| What the task requires |
Type out the records that follow, exactly as given.

====== Given information

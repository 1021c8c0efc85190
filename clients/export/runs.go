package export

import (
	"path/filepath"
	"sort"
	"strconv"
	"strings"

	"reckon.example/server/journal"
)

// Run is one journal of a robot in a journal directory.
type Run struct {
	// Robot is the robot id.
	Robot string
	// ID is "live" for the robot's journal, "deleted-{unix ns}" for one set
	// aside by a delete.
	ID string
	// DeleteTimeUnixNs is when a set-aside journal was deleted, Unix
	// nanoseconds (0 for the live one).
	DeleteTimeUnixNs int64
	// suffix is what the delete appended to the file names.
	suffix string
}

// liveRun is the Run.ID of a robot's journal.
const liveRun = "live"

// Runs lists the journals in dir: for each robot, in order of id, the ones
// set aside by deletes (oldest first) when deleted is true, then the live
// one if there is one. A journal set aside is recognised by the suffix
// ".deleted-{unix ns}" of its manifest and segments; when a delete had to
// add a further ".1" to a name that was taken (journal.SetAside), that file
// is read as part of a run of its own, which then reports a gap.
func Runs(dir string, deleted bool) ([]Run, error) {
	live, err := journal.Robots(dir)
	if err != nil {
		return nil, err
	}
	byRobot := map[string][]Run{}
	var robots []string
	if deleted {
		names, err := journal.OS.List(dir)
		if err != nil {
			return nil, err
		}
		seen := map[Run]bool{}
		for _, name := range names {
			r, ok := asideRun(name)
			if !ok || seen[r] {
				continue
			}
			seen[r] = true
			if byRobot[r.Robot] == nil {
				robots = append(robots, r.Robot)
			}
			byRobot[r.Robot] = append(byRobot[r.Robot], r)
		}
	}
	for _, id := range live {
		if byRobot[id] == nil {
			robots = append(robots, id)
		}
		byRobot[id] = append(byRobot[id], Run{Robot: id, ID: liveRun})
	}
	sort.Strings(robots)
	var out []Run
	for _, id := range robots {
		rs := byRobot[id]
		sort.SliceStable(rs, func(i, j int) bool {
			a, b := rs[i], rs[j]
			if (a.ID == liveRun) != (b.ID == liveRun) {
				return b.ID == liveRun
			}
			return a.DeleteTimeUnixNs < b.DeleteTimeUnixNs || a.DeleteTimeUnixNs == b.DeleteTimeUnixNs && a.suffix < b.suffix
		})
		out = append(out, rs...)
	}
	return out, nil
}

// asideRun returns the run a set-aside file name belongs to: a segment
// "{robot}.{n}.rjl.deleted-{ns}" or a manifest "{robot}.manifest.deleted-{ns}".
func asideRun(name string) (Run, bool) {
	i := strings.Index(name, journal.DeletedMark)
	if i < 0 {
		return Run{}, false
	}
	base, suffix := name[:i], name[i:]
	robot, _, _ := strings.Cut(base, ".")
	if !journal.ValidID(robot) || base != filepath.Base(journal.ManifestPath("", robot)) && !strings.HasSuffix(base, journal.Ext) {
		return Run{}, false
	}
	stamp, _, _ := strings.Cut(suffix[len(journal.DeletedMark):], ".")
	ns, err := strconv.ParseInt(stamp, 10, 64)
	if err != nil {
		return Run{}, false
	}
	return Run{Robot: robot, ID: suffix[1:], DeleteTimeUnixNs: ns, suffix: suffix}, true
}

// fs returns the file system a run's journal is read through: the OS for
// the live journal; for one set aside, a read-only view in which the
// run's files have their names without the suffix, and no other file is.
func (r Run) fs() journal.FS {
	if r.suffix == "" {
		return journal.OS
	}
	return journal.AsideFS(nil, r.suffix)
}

============

| Output of the task |
repository 1021c8c0efc85190
filename clients/export/runs.go
package export

import (
	"path/filepath"
	"sort"
	"strconv"
	"strings"

	"reckon.example/server/journal"
)

// Run is one journal of a robot in a journal directory.
type Run struct {
	// Robot is the robot id.
	Robot string
	// ID is "live" for the robot's journal, "deleted-{unix ns}" for one set
	// aside by a delete.
	ID string
	// DeleteTimeUnixNs is when a set-aside journal was deleted, Unix
	// nanoseconds (0 for the live one).
	DeleteTimeUnixNs int64
	// suffix is what the delete appended to the file names.
	suffix string
}

// liveRun is the Run.ID of a robot's journal.
const liveRun = "live"

// Runs lists the journals in dir: for each robot, in order of id, the ones
// set aside by deletes (oldest first) when deleted is true, then the live
// one if there is one. A journal set aside is recognised by the suffix
// ".deleted-{unix ns}" of its manifest and segments; when a delete had to
// add a further ".1" to a name that was taken (journal.SetAside), that file
// is read as part of a run of its own, which then reports a gap.
func Runs(dir string, deleted bool) ([]Run, error) {
	live, err := journal.Robots(dir)
	if err != nil {
		return nil, err
	}
	byRobot := map[string][]Run{}
	var robots []string
	if deleted {
		names, err := journal.OS.List(dir)
		if err != nil {
			return nil, err
		}
		seen := map[Run]bool{}
		for _, name := range names {
			r, ok := asideRun(name)
			if !ok || seen[r] {
				continue
			}
			seen[r] = true
			if byRobot[r.Robot] == nil {
				robots = append(robots, r.Robot)
			}
			byRobot[r.Robot] = append(byRobot[r.Robot], r)
		}
	}
	for _, id := range live {
		if byRobot[id] == nil {
			robots = append(robots, id)
		}
		byRobot[id] = append(byRobot[id], Run{Robot: id, ID: liveRun})
	}
	sort.Strings(robots)
	var out []Run
	for _, id := range robots {
		rs := byRobot[id]
		sort.SliceStable(rs, func(i, j int) bool {
			a, b := rs[i], rs[j]
			if (a.ID == liveRun) != (b.ID == liveRun) {
				return b.ID == liveRun
			}
			return a.DeleteTimeUnixNs < b.DeleteTimeUnixNs || a.DeleteTimeUnixNs == b.DeleteTimeUnixNs && a.suffix < b.suffix
		})
		out = append(out, rs...)
	}
	return out, nil
}

// asideRun returns the run a set-aside file name belongs to: a segment
// "{robot}.{n}.rjl.deleted-{ns}" or a manifest "{robot}.manifest.deleted-{ns}".
func asideRun(name string) (Run, bool) {
	i := strings.Index(name, journal.DeletedMark)
	if i < 0 {
		return Run{}, false
	}
	base, suffix := name[:i], name[i:]
	robot, _, _ := strings.Cut(base, ".")
	if !journal.ValidID(robot) || base != filepath.Base(journal.ManifestPath("", robot)) && !strings.HasSuffix(base, journal.Ext) {
		return Run{}, false
	}
	stamp, _, _ := strings.Cut(suffix[len(journal.DeletedMark):], ".")
	ns, err := strconv.ParseInt(stamp, 10, 64)
	if err != nil {
		return Run{}, false
	}
	return Run{Robot: robot, ID: suffix[1:], DeleteTimeUnixNs: ns, suffix: suffix}, true
}

// fs returns the file system a run's journal is read through: the OS for
// the live journal; for one set aside, a read-only view in which the
// run's files have their names without the suffix, and no other file is.
func (r Run) fs() journal.FS {
	if r.suffix == "" {
		return journal.OS
	}
	return journal.AsideFS(nil, r.suffix)
}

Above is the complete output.